■ **Requirement**
Go through the records line by line from the top and repeat each one exactly, ending with the line that contains "length: b.length +".

[Saved entries]
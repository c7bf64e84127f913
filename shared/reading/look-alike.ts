/** Letters that recognition takes for one another; all of a row fold to its first. From counts on generated scans. */
const lookAlikes: readonly string[] = ['0oqd', '1il|!', '5s', '8b', '6g', '2z', 'ce', 'vy', 'uµ'];
const folded = new Map(lookAlikes.flatMap((row) => [...row].map((letter) => [letter, row.charAt(0)] as const)));

/** The word with look-alike letters made one, and m for rn: two words that fold alike may be the same print. */
export const foldLookAlikes = (word: string): string =>
  [...word.toLowerCase().replaceAll('rn', 'm')].map((letter) => folded.get(letter) ?? letter).join('');

/** Whether a word on a page may be what was looked for, bent by recognition: alike, or one slip in each six letters off. */
export function isClose(found: string, wanted: string): boolean {
  const [a, b] = [foldLookAlikes(found), foldLookAlikes(wanted)];
  if (a === b) return true;
  const slips = Math.floor(wanted.length / 6) + (wanted.length >= 4 ? 1 : 0);
  return Math.abs(a.length - b.length) <= slips && editDistance(a, b) <= slips;
}

/** Fewest letters to add, drop or change to make one word the other (Levenshtein, Soviet Physics Doklady 10, 1966). */
export function editDistance(a: string, b: string): number {
  let row = Array.from({ length: b.length + 1 }, (_, at) => at);
  for (let i = 1; i <= a.length; i += 1) {
    const next = [i];
    for (let j = 1; j <= b.length; j += 1) {
      const change = (row[j - 1] ?? 0) + (a[i - 1] === b[j - 1] ? 0 : 1);
      next.push(Math.min(change, (row[j] ?? 0) + 1, (next[j - 1] ?? 0) + 1));
    }
    row = next;
  }
  return row[b.length] ?? 0;
}
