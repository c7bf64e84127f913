import { type DocNode, type Mark, type Zone } from '#shared/document/define-block.ts';
import type { DoubtMark } from '#shared/document/marks.ts';
import type { PageDocument } from '#shared/document/page-document.ts';
import { allNodes, textOf } from '#shared/document/text-of.ts';
import { between, movedZone } from '#shared/document/zones.ts';
import { overlap } from './picture/figures.ts';
import type { Reading } from './reading.ts';
import { documentOf } from './structure.ts';

export type Taken = {
  document: PageDocument;
  /** Words that nobody had touched and that the new reading is surer of. */
  improved: number;
  /** Words that a person wrote, and that the new reading gives otherwise: left as they are, with a doubt. */
  proposed: number;
};

type Word = { zone: Zone; text: string; confidence: number; doubt: Mark | undefined };

/** Two boxes are of the same print when they share this much of the smaller one. */
const sameShare = 0.6;
/** Against what a person wrote only a confident reading is worth a look. */
const worthProposing = 80;

/**
 * A document that people have worked on, after another reading of its page. Zones move to the new picture; a word that
 * stands as the machine had left it takes the new reading where that is surer; what a person wrote stays, and gets a
 * proposal where the new reading says something that neither the person nor the earlier reading did.
 */
export function takeReading(document: PageDocument, before: Reading, after: Reading): Taken {
  const earlier = new Map(wordsOf(documentOf(before)).map((word) => [word.zone.join(), word]));
  const later = placesOf(wordsOf(documentOf(after)));
  const matrix = between(before.transform, after.transform);
  const count = { improved: 0, proposed: 0 };
  const move = (zone: Zone): Zone => movedZone(zone, matrix);

  const visit = (node: DocNode): DocNode => {
    if (node.type === 'text') return visitText(node);
    const content = node.content?.map(visit);
    return { ...movedAttributes(node, move), ...(content === undefined ? {} : { content }) };
  };
  const visitText = (node: DocNode): DocNode => {
    const word = wordOf(node);
    if (word === null) return node;
    const moved = withMarks(node, { ...word, zone: move(word.zone) });
    const read = later(move(word.zone));
    if (read === null) return moved;
    const verdict = judge(word, { earlier: earlier.get(word.zone.join()), read });
    if (verdict === 'improve') {
      count.improved += 1;
      return withMarks({ ...node, text: read.text }, read);
    }
    if (verdict === 'propose') {
      count.proposed += 1;
      const attrs: DoubtMark = { reason: 'read-differently', proposals: [read.text] };
      return withMarks(node, { ...word, zone: read.zone, doubt: { type: 'doubt', attrs } });
    }
    return moved;
  };
  return { document: visit(document) as PageDocument, ...count };
}

function judge(
  word: Word,
  { earlier, read }: { earlier: Word | undefined; read: Word },
): 'keep' | 'improve' | 'propose' {
  if (isUntouched(word, earlier)) {
    const isNews = read.text !== word.text || (word.doubt !== undefined && read.doubt === undefined);
    return isNews && read.confidence > word.confidence ? 'improve' : 'keep';
  }
  const isNews = read.text !== word.text && read.text !== earlier?.text;
  return isNews && word.doubt === undefined && read.confidence >= worthProposing ? 'propose' : 'keep';
}

/** A doubt that is gone was settled by a person, who thereby vouched for the word. */
const isUntouched = (word: Word, earlier: Word | undefined): boolean =>
  earlier?.text === word.text && (earlier.doubt === undefined) === (word.doubt === undefined);

const wordsOf = (document: DocNode): Word[] => [...allNodes(document)].flatMap((node) => wordOf(node) ?? []);

function wordOf(node: DocNode): Word | null {
  const attrs = node.marks?.find(({ type }) => type === 'word')?.attrs;
  if (node.type !== 'text' || attrs === undefined) return null;
  return {
    zone: attrs['zone'] as Zone,
    confidence: Number(attrs['confidence']),
    text: textOf(node),
    doubt: node.marks?.find(({ type }) => type === 'doubt'),
  };
}

/** Bold and the like stay; the place and the doubt are the word's own. */
function withMarks(node: DocNode, { zone, confidence, doubt }: Word): DocNode {
  const kept = (node.marks ?? []).filter(({ type }) => type !== 'word' && type !== 'doubt');
  const place: Mark = { type: 'word', attrs: { zone, confidence } };
  return { ...node, marks: [...kept, place, ...(doubt === undefined ? [] : [doubt])] };
}

function movedAttributes(node: DocNode, move: (zone: Zone) => Zone): DocNode {
  const zone = node.attrs?.['zone'] as Zone | null | undefined;
  return zone === undefined || zone === null ? node : { ...node, attrs: { ...node.attrs, zone: move(zone) } };
}

/** Finds the one word that lies where a zone does; none where two words share the place, as after a changed division. */
function placesOf(words: readonly Word[]): (zone: Zone) => Word | null {
  const bandHeight = 64;
  const bands = new Map<number, Word[]>();
  for (const word of words) {
    const [, y, , h] = word.zone;
    for (let band = Math.floor(y / bandHeight); band <= Math.floor((y + h) / bandHeight); band += 1)
      bands.set(band, [...(bands.get(band) ?? []), word]);
  }
  return (zone) => {
    const near = bands.get(Math.floor((zone[1] + zone[3] / 2) / bandHeight)) ?? [];
    const touching = near.filter((word) => Math.max(overlap(zone, word.zone), overlap(word.zone, zone)) > sameShare);
    const [only, ...others] = touching;
    if (only === undefined || others.length > 0) return null;
    return Math.min(overlap(zone, only.zone), overlap(only.zone, zone)) > sameShare / 2 ? only : null;
  };
}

■ **Answer to this task**
repository c7bf64e84127f913
filename shared/reading/look-alike.ts
/** Letters that recognition takes for one another; all of a row fold to its first. From counts on generated scans. */
const lookAlikes: readonly string[] = ['0oqd', '1il|!', '5s', '8b', '6g', '2z', 'ce', 'vy', 'uµ'];
const folded = new Map(lookAlikes.flatMap((row) => [...row].map((letter) => [letter, row.charAt(0)] as const)));

/** The word with look-alike letters made one, and m for rn: two words that fold alike may be the same print. */
export const foldLookAlikes = (word: string): string =>
  [...word.toLowerCase().replaceAll('rn', 'm')].map((letter) => folded.get(letter) ?? letter).join('');

/** Whether a word on a page may be what was looked for, bent by recognition: alike, or one slip in each six letters off. */
export function isClose(found: string, wanted: string): boolean {
  const [a, b] = [foldLookAlikes(found), foldLookAlikes(wanted)];
  if (a === b) return true;
  const slips = Math.floor(wanted.length / 6) + (wanted.length >= 4 ? 1 : 0);
  return Math.abs(a.length - b.length) <= slips && editDistance(a, b) <= slips;
}

/** Fewest letters to add, drop or change to make one word the other (Levenshtein, Soviet Physics Doklady 10, 1966). */
export function editDistance(a: string, b: string): number {
  let row = Array.from({ length: b.length + 1 }, (_, at) => at);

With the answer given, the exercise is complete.